S&P: Massachusetts School Building Authority's Series 2016B&C Sales Tax Bonds Rated 'AA+', Other Ratings Affirmed
S&P Global Ratings also affirmed its 'AA+' rating on the authority's $5.3 billion senior sales tax revenue bonds outstanding and its 'AA' rating on the authority's $293.4 million of subordinated bonds outstanding. The outlook on both the senior and subordinate series bonds is stable.
The 2016B and 2016C bonds and parity senior bonds are secured by a lien on dedicated sales tax ahead of that on the subordinated bonds. The authority's subordinate bonds are secured by a pledge of subordinated sales tax revenue.
"We view the authority's stable and sustained growth as a key credit strength," said S&P Global Ratings credit analyst John Sugden.
The ratings reflect our assessment of: A dedicated 1% sales tax that is levied statewide and is not subject to reduction or diversion pursuant to the statute and trust agreement; The pledge of sales tax revenue on a gross basis and not subject to annual legislative appropriation;The underlying strength and diversity of Massachusetts' (general obligation rating: AA+/Negative) economy, with approximately 6.7 million residents that have well above-average income levels; Long-term trends of relatively stable and sustained growth. Revenues have experienced healthy growth following a recession during fiscal years 2008-2010. We expect growth to continue at a healthy pace based on strong economic fundamentals; Good debt service coverage; andAdequate bond provisions, including a 1.4x additional bonds test for the senior bonds compared with 1.3x for the subordinate bonds. We understand that MSBA will use proceeds from the 2016B bond issue to provide funds for construction grants to cities, towns, and regional school districts. Series 2016C bond proceeds will be used to refund the series 2007A bonds for net present value savings.

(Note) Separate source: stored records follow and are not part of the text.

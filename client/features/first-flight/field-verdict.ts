import type { FieldFigures } from '#shared/core/field/field-account.ts';
import type { WingReference } from '#shared/core/wing-reference.ts';
import { formatNumber, NARROW_SPACE } from '#shared/format/numbers.ts';
import type { Units } from '#shared/format/units.ts';
import { percentAt, type WantedRange } from './wanted-range.ts';

export interface FieldVerdict {
  kind: 'inside' | 'close' | 'outside' | 'none';
  headline: string;
  detail: string;
}

const percent = (value: number) => `${formatNumber(value, 1)}${NARROW_SPACE}%`;

/** How the model balances against the range asked for, in words to be read at arm’s length. */
export function fieldVerdict(
  { x, ux, percentMac }: FieldFigures,
  range: WantedRange | null,
  wing: WingReference | null,
  units: Units,
): FieldVerdict {
  const mm = (value: number) => units.format(value, 'length');
  const place = `${units.format(x, 'length', { bare: true })} ± ${units.doubt(ux, 'length')} aft of the datum`;
  const chord = percentMac === null ? '' : `, ${percent(percentMac)} MAC`;
  if (!range) {
    return {
      kind: 'none',
      headline: `Balances at ${mm(x)}`,
      detail: `${place}${chord}. Say where it is to balance.`,
    };
  }
  const [from, to] = [percentAt(range.from, wing), percentAt(range.to, wing)];
  const ends =
    from === null || to === null
      ? `${units.format(range.from, 'length', { bare: true })}–${mm(range.to)}`
      : `${formatNumber(from, 1)}–${percent(to)}, ${units.format(range.from, 'length', { bare: true })}–${mm(range.to)}`;
  const detail = `${place}${chord}. Range ${ends}.`;
  const over = x > range.to ? x - range.to : x < range.from ? range.from - x : 0;
  const side = x > range.aim ? 'aft' : 'forward';
  if (over > 0) {
    const words = x > range.to ? 'aft of your range' : 'ahead of your range';
    return { kind: 'outside', headline: `${mm(over)} ${words}`, detail };
  }
  if (Math.min(x - range.from, range.to - x) < ux) {
    return {
      kind: 'close',
      headline: `Inside, but near the ${side} end`,
      detail: `${detail} The end lies within what scales and tape can tell.`,
    };
  }
  const off = Math.abs(x - range.aim);
  const headline = off <= ux ? 'On the middle of your range' : `Inside, ${mm(off)} ${side} of the middle`;
  return { kind: 'inside', headline, detail };
}
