import { RowTh, Table, Td, Th, Tr } from '#client/components/ui/table.tsx';
import { useUnits } from '#client/lib/units.ts';
import type { FieldFigures } from '#shared/core/field/field-account.ts';
import { thresholdStanding, type MassThreshold } from '#shared/core/field/mass-threshold.ts';
import file from '#data/mass-thresholds.json' with { type: 'json' };

const STANDS = { below: 'below it', reached: 'reached', too_close: 'too close to tell' } as const;
const isUnit = (unit: string): unit is MassThreshold['unit'] => ['g', 'kg', 'oz', 'lb'].includes(unit);
const isBoundary = (text: string): text is MassThreshold['boundary'] => text === 'over' || text === 'from';

/** From what mass countries ask for more, as far as we have read it; the current rule counts. */
export function Thresholds({ flown }: { flown: FieldFigures | null }) {
  const units = useUnits();
  return (
    <details className="mt-2">
      <summary className="opens flex min-h-11 items-center text-note font-semibold">
        Masses from which countries ask for more
      </summary>
      <p className="text-note text-graphite">
        {flown
          ? `Held against ${units.format(flown.mass, 'mass')} as flown.`
          : 'Weigh the model, and it is held against them.'}{' '}
        Put together {file.checked}; look the rule up before you fly, it may have changed.
      </p>
      <Table caption="Mass thresholds" className="mt-1">
        <thead>
          <tr>
            <Th>Where</Th>
            <Th>What it asks</Th>
          </tr>
        </thead>
        <tbody>
          {file.thresholds.map(({ place, value, unit, boundary, says, counts, asOf, sure, source }) => (
            <Tr key={`${place} ${value} ${says}`}>
              <RowTh className="align-top whitespace-normal">
                {place}
                <span className="block font-normal">
                  {boundary} {value} {unit}
                </span>
                {flown && isUnit(unit) && isBoundary(boundary) && (
                  <span className="block text-note font-normal">
                    {STANDS[thresholdStanding({ value, unit, boundary }, flown)]}
                  </span>
                )}
              </RowTh>
              <Td className="py-1 whitespace-normal">
                {says}
                <span className="block text-note text-graphite">
                  Counted: {counts}. {asOf}, {sure}. {source}.
                </span>
              </Td>
            </Tr>
          ))}
        </tbody>
      </Table>
    </details>
  );
}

The stable outlook reflects our view of the magnitude and diversity of the statewide tax base supporting the bonds. We believe debt service coverage will remain strong. Should coverage decline due to deteriorating revenues or an acceleration of debt issuance, the rating could be negatively pressured. We will not likely raise the rating in the two-year outlook horizon based on the likelihood of additional debt issuance. The commonwealth support for MSBA and the integral role it plays in stabilizing school construction costs are also factors in the rating.